• **WHAT THE TASK REQUIRES**: The answer is the full set of records below, transcribed exactly.

• **MATERIAL SHOWN**:
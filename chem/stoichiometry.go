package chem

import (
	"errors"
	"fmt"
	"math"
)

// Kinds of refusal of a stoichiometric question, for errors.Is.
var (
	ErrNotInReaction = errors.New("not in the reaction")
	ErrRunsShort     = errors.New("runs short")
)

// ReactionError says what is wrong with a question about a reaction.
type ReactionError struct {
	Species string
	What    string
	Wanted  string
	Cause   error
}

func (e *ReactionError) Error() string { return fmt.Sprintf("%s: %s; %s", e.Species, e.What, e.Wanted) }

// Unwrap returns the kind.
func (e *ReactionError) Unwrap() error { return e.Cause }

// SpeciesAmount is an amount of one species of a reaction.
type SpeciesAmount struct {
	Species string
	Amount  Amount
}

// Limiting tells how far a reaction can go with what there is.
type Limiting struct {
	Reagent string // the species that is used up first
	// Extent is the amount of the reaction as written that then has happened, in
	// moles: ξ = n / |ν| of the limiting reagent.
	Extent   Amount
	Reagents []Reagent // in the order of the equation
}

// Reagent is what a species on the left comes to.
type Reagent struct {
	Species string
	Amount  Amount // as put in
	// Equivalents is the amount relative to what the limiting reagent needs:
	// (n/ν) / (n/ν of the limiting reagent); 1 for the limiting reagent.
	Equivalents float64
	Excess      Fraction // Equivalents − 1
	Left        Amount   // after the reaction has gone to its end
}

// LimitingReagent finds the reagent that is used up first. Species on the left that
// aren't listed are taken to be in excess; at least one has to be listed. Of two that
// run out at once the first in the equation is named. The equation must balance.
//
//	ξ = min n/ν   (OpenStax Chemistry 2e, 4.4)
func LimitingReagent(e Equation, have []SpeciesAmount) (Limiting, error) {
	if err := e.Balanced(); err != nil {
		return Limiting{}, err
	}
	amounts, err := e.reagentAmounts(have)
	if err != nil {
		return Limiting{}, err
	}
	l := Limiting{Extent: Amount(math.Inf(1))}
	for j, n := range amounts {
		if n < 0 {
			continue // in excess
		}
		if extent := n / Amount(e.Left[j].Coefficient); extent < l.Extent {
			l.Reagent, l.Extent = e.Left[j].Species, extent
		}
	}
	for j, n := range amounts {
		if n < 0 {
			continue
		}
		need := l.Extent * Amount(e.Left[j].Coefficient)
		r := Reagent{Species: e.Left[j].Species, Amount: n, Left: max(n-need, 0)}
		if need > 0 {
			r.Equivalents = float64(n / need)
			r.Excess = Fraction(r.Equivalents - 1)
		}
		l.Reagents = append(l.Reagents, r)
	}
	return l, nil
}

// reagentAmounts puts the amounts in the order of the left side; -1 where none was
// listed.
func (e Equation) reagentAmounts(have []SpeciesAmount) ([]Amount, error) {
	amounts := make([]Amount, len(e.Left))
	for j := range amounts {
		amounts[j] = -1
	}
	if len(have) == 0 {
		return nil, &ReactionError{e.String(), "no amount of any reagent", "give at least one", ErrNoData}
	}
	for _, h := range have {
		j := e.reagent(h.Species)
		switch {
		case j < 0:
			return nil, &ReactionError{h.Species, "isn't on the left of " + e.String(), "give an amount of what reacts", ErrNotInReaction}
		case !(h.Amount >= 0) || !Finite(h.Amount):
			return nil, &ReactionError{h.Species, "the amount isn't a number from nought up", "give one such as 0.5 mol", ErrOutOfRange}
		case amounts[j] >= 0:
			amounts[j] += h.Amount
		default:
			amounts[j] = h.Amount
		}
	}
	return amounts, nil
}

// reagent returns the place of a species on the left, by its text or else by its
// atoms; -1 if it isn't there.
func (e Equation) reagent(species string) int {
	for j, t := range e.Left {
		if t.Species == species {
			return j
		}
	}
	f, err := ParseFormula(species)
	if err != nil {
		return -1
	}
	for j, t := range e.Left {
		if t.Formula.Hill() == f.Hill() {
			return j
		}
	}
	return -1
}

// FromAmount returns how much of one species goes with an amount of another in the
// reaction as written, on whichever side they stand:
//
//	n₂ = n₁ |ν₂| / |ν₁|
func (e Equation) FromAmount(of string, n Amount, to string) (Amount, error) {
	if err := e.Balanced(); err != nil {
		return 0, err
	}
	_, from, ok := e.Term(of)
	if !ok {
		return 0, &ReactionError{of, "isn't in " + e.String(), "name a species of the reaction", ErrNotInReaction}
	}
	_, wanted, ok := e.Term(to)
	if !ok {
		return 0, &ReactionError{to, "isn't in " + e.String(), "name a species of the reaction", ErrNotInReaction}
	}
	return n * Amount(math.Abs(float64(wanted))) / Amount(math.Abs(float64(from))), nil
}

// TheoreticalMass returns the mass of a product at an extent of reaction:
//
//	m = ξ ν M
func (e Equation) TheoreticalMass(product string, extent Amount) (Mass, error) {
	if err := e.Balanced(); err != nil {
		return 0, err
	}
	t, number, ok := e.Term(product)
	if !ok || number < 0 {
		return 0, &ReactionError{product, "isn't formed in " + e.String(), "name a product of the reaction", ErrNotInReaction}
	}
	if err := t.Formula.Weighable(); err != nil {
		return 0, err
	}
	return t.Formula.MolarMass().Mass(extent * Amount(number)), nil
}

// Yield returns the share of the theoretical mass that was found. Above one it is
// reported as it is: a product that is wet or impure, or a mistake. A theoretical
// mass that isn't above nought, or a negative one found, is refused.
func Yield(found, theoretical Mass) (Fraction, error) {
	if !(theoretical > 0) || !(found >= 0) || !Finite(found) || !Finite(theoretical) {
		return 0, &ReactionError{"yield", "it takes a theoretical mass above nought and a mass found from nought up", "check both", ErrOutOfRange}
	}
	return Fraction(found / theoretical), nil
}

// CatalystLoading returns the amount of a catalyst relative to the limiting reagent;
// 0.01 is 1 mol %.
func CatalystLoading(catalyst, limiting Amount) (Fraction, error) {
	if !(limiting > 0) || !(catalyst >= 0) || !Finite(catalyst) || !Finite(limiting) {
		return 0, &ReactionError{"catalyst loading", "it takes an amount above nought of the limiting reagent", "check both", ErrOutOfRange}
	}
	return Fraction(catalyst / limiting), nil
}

• **EXERCISE SOLUTION**:
filename chem/stoichiometry.go
package chem

import (
	"errors"
	"fmt"
	"math"
)

// Kinds of refusal of a stoichiometric question, for errors.Is.
var (
	ErrNotInReaction = errors.New("not in the reaction")
	ErrRunsShort     = errors.New("runs short")
)

// ReactionError says what is wrong with a question about a reaction.
type ReactionError struct {
	Species string
	What    string
	Wanted  string
	Cause   error
}

func (e *ReactionError) Error() string { return fmt.Sprintf("%s: %s; %s", e.Species, e.What, e.Wanted) }

// Unwrap returns the kind.
func (e *ReactionError) Unwrap() error { return e.Cause }

// SpeciesAmount is an amount of one species of a reaction.
type SpeciesAmount struct {
	Species string
	Amount  Amount
}

// Limiting tells how far a reaction can go with what there is.
type Limiting struct {
	Reagent string // the species that is used up first
	// Extent is the amount of the reaction as written that then has happened, in
	// moles: ξ = n / |ν| of the limiting reagent.
	Extent   Amount
	Reagents []Reagent // in the order of the equation
}

// Reagent is what a species on the left comes to.
type Reagent struct {
	Species string
	Amount  Amount // as put in
	// Equivalents is the amount relative to what the limiting reagent needs:
	// (n/ν) / (n/ν of the limiting reagent); 1 for the limiting reagent.
	Equivalents float64
	Excess      Fraction // Equivalents − 1
	Left        Amount   // after the reaction has gone to its end
}

// LimitingReagent finds the reagent that is used up first. Species on the left that
// aren't listed are taken to be in excess; at least one has to be listed. Of two that
// run out at once the first in the equation is named. The equation must balance.
//
//	ξ = min n/ν   (OpenStax Chemistry 2e, 4.4)
func LimitingReagent(e Equation, have []SpeciesAmount) (Limiting, error) {
	if err := e.Balanced(); err != nil {
		return Limiting{}, err
	}
	amounts, err := e.reagentAmounts(have)
	if err != nil {
		return Limiting{}, err
	}
	l := Limiting{Extent: Amount(math.Inf(1))}
	for j, n := range amounts {
		if n < 0 {
			continue // in excess
		}
		if extent := n / Amount(e.Left[j].Coefficient); extent < l.Extent {
			l.Reagent, l.Extent = e.Left[j].Species, extent
		}
	}
	for j, n := range amounts {
		if n < 0 {
			continue
		}
		need := l.Extent * Amount(e.Left[j].Coefficient)
		r := Reagent{Species: e.Left[j].Species, Amount: n, Left: max(n-need, 0)}
		if need > 0 {
			r.Equivalents = float64(n / need)
			r.Excess = Fraction(r.Equivalents - 1)
		}
		l.Reagents = append(l.Reagents, r)
	}
	return l, nil
}

// reagentAmounts puts the amounts in the order of the left side; -1 where none was
// listed.
func (e Equation) reagentAmounts(have []SpeciesAmount) ([]Amount, error) {
	amounts := make([]Amount, len(e.Left))
	for j := range amounts {
		amounts[j] = -1
	}
	if len(have) == 0 {
		return nil, &ReactionError{e.String(), "no amount of any reagent", "give at least one", ErrNoData}
	}
	for _, h := range have {
		j := e.reagent(h.Species)
		switch {
		case j < 0:
			return nil, &ReactionError{h.Species, "isn't on the left of " + e.String(), "give an amount of what reacts", ErrNotInReaction}
		case !(h.Amount >= 0) || !Finite(h.Amount):
			return nil, &ReactionError{h.Species, "the amount isn't a number from nought up", "give one such as 0.5 mol", ErrOutOfRange}
		case amounts[j] >= 0:
			amounts[j] += h.Amount
		default:
			amounts[j] = h.Amount
		}
	}
	return amounts, nil
}

// reagent returns the place of a species on the left, by its text or else by its
// atoms; -1 if it isn't there.
func (e Equation) reagent(species string) int {
	for j, t := range e.Left {
		if t.Species == species {
			return j
		}
	}
	f, err := ParseFormula(species)
	if err != nil {
		return -1
	}
	for j, t := range e.Left {
		if t.Formula.Hill() == f.Hill() {
			return j
		}
	}
	return -1
}

// FromAmount returns how much of one species goes with an amount of another in the
// reaction as written, on whichever side they stand:
//
//	n₂ = n₁ |ν₂| / |ν₁|
func (e Equation) FromAmount(of string, n Amount, to string) (Amount, error) {
	if err := e.Balanced(); err != nil {
		return 0, err
	}
	_, from, ok := e.Term(of)
	if !ok {
		return 0, &ReactionError{of, "isn't in " + e.String(), "name a species of the reaction", ErrNotInReaction}
	}
	_, wanted, ok := e.Term(to)
	if !ok {
		return 0, &ReactionError{to, "isn't in " + e.String(), "name a species of the reaction", ErrNotInReaction}
	}
	return n * Amount(math.Abs(float64(wanted))) / Amount(math.Abs(float64(from))), nil
}

// TheoreticalMass returns the mass of a product at an extent of reaction:
//
//	m = ξ ν M
func (e Equation) TheoreticalMass(product string, extent Amount) (Mass, error) {
	if err := e.Balanced(); err != nil {
		return 0, err
	}
	t, number, ok := e.Term(product)
	if !ok || number < 0 {
		return 0, &ReactionError{product, "isn't formed in " + e.String(), "name a product of the reaction", ErrNotInReaction}
	}
	if err := t.Formula.Weighable(); err != nil {
		return 0, err
	}
	return t.Formula.MolarMass().Mass(extent * Amount(number)), nil
}

// Yield returns the share of the theoretical mass that was found. Above one it is
// reported as it is: a product that is wet or impure, or a mistake. A theoretical
// mass that isn't above nought, or a negative one found, is refused.
func Yield(found, theoretical Mass) (Fraction, error) {
	if !(theoretical > 0) || !(found >= 0) || !Finite(found) || !Finite(theoretical) {
		return 0, &ReactionError{"yield", "it takes a theoretical mass above nought and a mass found from nought up", "check both", ErrOutOfRange}
	}
	return Fraction(found / theoretical), nil
}

// CatalystLoading returns the amount of a catalyst relative to the limiting reagent;
// 0.01 is 1 mol %.
func CatalystLoading(catalyst, limiting Amount) (Fraction, error) {
	if !(limiting > 0) || !(catalyst >= 0) || !Finite(catalyst) || !Finite(limiting) {
		return 0, &ReactionError{"catalyst loading", "it takes an amount above nought of the limiting reagent", "check both", ErrOutOfRange}
	}
	return Fraction(catalyst / limiting), nil
}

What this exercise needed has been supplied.